Every city has their own permitting requirements, each permit needs dedicated support and work from experts, and someone has to shepherd everything through to approval. The hard part wasn't the software or the hardware, it was the bureaucracy. If software could shepherd that process, it would unlock the market.
I let the project sit while I focused on my work at AWS. In that time, competitors sprang up, got funded, and validated the market. They proved I was right. I still believe the space is a fruitful problem area, but the landscape has changed. I need a new wedge.
This is where I get to prompting.
Renaissance Developer
It's 2025.. We are writing this script in the age of the LLM. Coming from a creative background, I love to hate on AI hype, but I cannot deny the reality: AI is a force multiplier. I can audit an industry, generate user personas, and stress-test economic models in an afternoon rather than a month. I can generate quick UI mockups. I can confirm best practices for business, for code, and for content. I can feel it making me dumber, but the faster feedback loops are undeniable. Disclaimer: This does not mean that I do not need business advisors or UI designers, it means I can sanity test things and iterate through ideas before engaging experts. It's not a replacement, it's a prototyping tool.
How do we write the script? Audit industries, identify problems, define customers, test solutions. And ask questions.

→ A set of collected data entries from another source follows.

//! Best-bound branch and bound that proves small and medium selections optimal, pure Rust.
//!
//! Made for the structure of the selection: one choice per group and a few dozen coupling rows
//! (a multiple-choice multidimensional knapsack). Each node of the tree is the problem with some
//! candidates removed. Its bound is the Lagrangian L(λ) = Σ_j λ_j·limit_j + Σ_g max over the
//! group's remaining candidates of (value − λ·use), valid for every λ ≥ 0; λ starts from the
//! parent's prices and is re-optimised by a few projected subgradient steps with Polyak's step
//! length towards the best plan known (B. T. Polyak, "Minimization of unsmooth functionals",
//! USSR Comput. Math. and Math. Physics 9, 1969). Because the group constraints have the
//! integrality property, the best λ of a node gives its LP relaxation's bound (Geoffrion,
//! "Lagrangean relaxation for integer programming", Math. Programming Study 2, 1974); a few steps
//! give a bound at most that tight, and every one of them is valid.
//!
//! At every node, as in the exact methods for the multiple-choice multidimensional knapsack
//! (reduced-cost fixing and bound-based pruning, e.g. Ghasemi & Razzazi, "Development of core to
//! solve the multidimensional multiple-choice knapsack problem", Computers & Industrial
//! Engineering 60, 2011):
//! - **feasibility fixing**: a candidate whose use of a row, with every other group at its least
//!   use, passes the limit is removed (exact, integer uses);
//! - **reduced-cost fixing**: a candidate whose reduced-value loss against its group's best at λ
//!   takes L(λ) below the best plan known is removed — no better plan uses it;
//! - the argmax plan of each evaluation is a plan when it fits, and then a new incumbent if better;
//! - at the node's best prices the argmax plan is also rounded into a plan: repaired, group by
//!   group, at the least priced value lost per unit of excess removed, then upgraded while the
//!   rows allow, then (when it beats the best plan) improved by pair exchanges. This is the
//!   repair-and-improve pattern of the MMKP heuristics of Khan, Li, Manning & Akbar ("Solving
//!   the knapsack problem for adaptive multimedia systems", Studia Informatica Universalis 2,
//!   2002; cited from memory), applied at every node so that dense instances, where few argmax
//!   plans fit, still get good plans early.
//!
//! Branching is on a group: the child that fixes it to the candidate the subgradient steps
//! chose most often is taken at once (a dive, for plans), the child that removes that candidate
//! waits in a queue ordered by bound (best-bound search). The bound of the whole problem is
//! always the largest bound among the waiting nodes (or the best plan's value), so a search
//! stopped by its deadline still reports a valid, often tighter, bound.

use super::branch::tolerance;
use super::moves::{fits, repair, swap_search, upgrade};
use super::problem::Problem;
use std::cell::Cell;
use std::collections::BinaryHeap;
use std::rc::Rc;
use std::time::{Duration, Instant};
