/// The programme on screen: `plan` prints each year's works (their counts and costs add up to
/// work_programme.csv), marks the years no budget line limits, sums budget groups to
/// budget_use.csv, and with `--full` lists every works; `check` names the years with no line.
#[test]
fn plan_shows_the_programme_by_year_and_full_lists_every_works() {
    let wd = Workdir::new();
    let out = wd.run(&["plan", "--out", "p"]);
    out.expect_code(0)
        .stdout_has("Programme by year (--full lists every works):");
    let works = rows(&wd.read("p/work_programme.csv"));
    let cents = |x: &str| (x.replace(',', "").parse::<f64>().unwrap() * 100.0).round() as i64;
    // The table's rows: year (or range), works, km, cost, largest works.
    let table: Vec<Vec<&str>> = out
        .stdout
        .lines()
        .skip_while(|l| !l.starts_with("Programme by year"))
        .skip(2)
        .take_while(|l| l.starts_with("20"))
        .map(|l| l.split_whitespace().collect())
        .collect();
    assert!(table.len() >= 10, "{}", out.stdout);
    let n: usize = table.iter().map(|r| r[1].parse::<usize>().unwrap()).sum();
    assert_eq!(n, works.len(), "works counted once each");
    let cost: i64 = table.iter().map(|r| cents(r[3])).sum();
    let want: i64 = works.iter().map(|w| cents(&w["cost"])).sum();
    // The screen shows whole units: each row within half a unit.
    assert!(
        (cost - want).abs() <= 50 * table.len() as i64,
        "{cost} against {want}"
    );
    // The demo's lines end in 2036: later years are marked, earlier ones not.
    for r in &table {
        let first: i32 = r[0][..4].parse().unwrap();
        assert_eq!(r[0].ends_with('*'), first > 2036, "{}", r[0]);
    }
    out.stdout_has("* no budget line limits capital works in these years");
    // Spending by budget group: each group's use is budget_use.csv's sum.
    let budget = rows(&wd.read("p/budget_use.csv"));
    let group_line = out
        .stdout
        .lines()
        .find(|l| l.starts_with("works-later "))
        .unwrap()
        .to_owned();
    let used: i64 = budget
        .iter()
        .filter(|r| r["group"] == "works-later")
        .map(|r| cents(&r["used"]))
        .sum();
    let shown = cents(group_line.split_whitespace().nth(3).unwrap());
    assert!(
        (shown - used).abs() <= 50,
        "{group_line} against {used} cents"
    );
    // --full: every works, one line each.
    let full = wd.run(&["plan", "--full"]);
    full.expect_code(0);
    let listed = full
        .stdout
        .lines()
        .skip_while(|l| !l.starts_with("Every works:"))
        .skip(2)
        .take_while(|l| l.starts_with("20"))
        .count();
    assert_eq!(listed, works.len());
    wd.run(&["check"])
        .expect_code(0)
        .stdout_has("no line limits capital works in 2037–2056");
}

I have a starting place (bureaucracy in construction), now I want to extend the themes (looking for a wedge in a validated market): what other industries need to build things? Are highly fragmented? Require compliance? Are boring?
My first prompt to the LLM:
"Given experience in software engineering and building a product that focuses on construction permitting, and the existence of competitors like X, what is a strategy for building a SaaS product?"
It's not great, but it surfaces actionable insights:
Having a competitor is actually a good sign. It creates a "Second Mover Advantage." ... Your goal shifts from Discovery (finding a problem) to Intelligence (finding a weakness). ... The "Unbundling" Strategy: Look for a competitor who offers a bloated "all-in-one" platform. You can often win by spinning off one of their mediocre features into a standalone, excellent product. ... You cannot compete head-to-head with an incumbent on day one. They have more features and more money. You need a "Wedge"—a narrow entry point where you are undeniably superior. ... Pick a Battleground: Don't try to be "better." Be "better for specific niche."
I'm still interested in energy, is that a viable niche? What industries rely on energy? What industries have strict permitting requirements? Do I go vertical and focus on a single industry, or go broad? This was enough to get me moving again. I need to sit close to problems, focusing on lateral thinking and pattern recognition more than anything else.
Gemini, let me ask you another question:
I am evaluating the feasibility of technology solutions for customer problems in the AEC space. I am looking for information from credible sources that documents known customer pain points. Please provide a report that captures problem areas and potential solutions, grouped by market segment and market cap. Please provide citations.
And another:
What is the market cap of the industry for utility-scale renewable projects? How does it compare to the market cap for small- to medium-sized GCs and subcontractors in the AEC industry? How does it compare to the market cap for renewable solar?
And I talk to friends:
Weird question - do you ever have to worry about permits for your work? Is it all USCG?
And more friends:
Sounds interesting. I've considered doing solar on my roof and the thought of dealing with permitting has been a major blocker.
And Reddit:
Has anyone actually used X? The value prop looks interesting and seems to solve a problem I ran into a few years ago.
Already there are trends emerging. I've narrowed this down to 3 specific verticals, now let's run with it.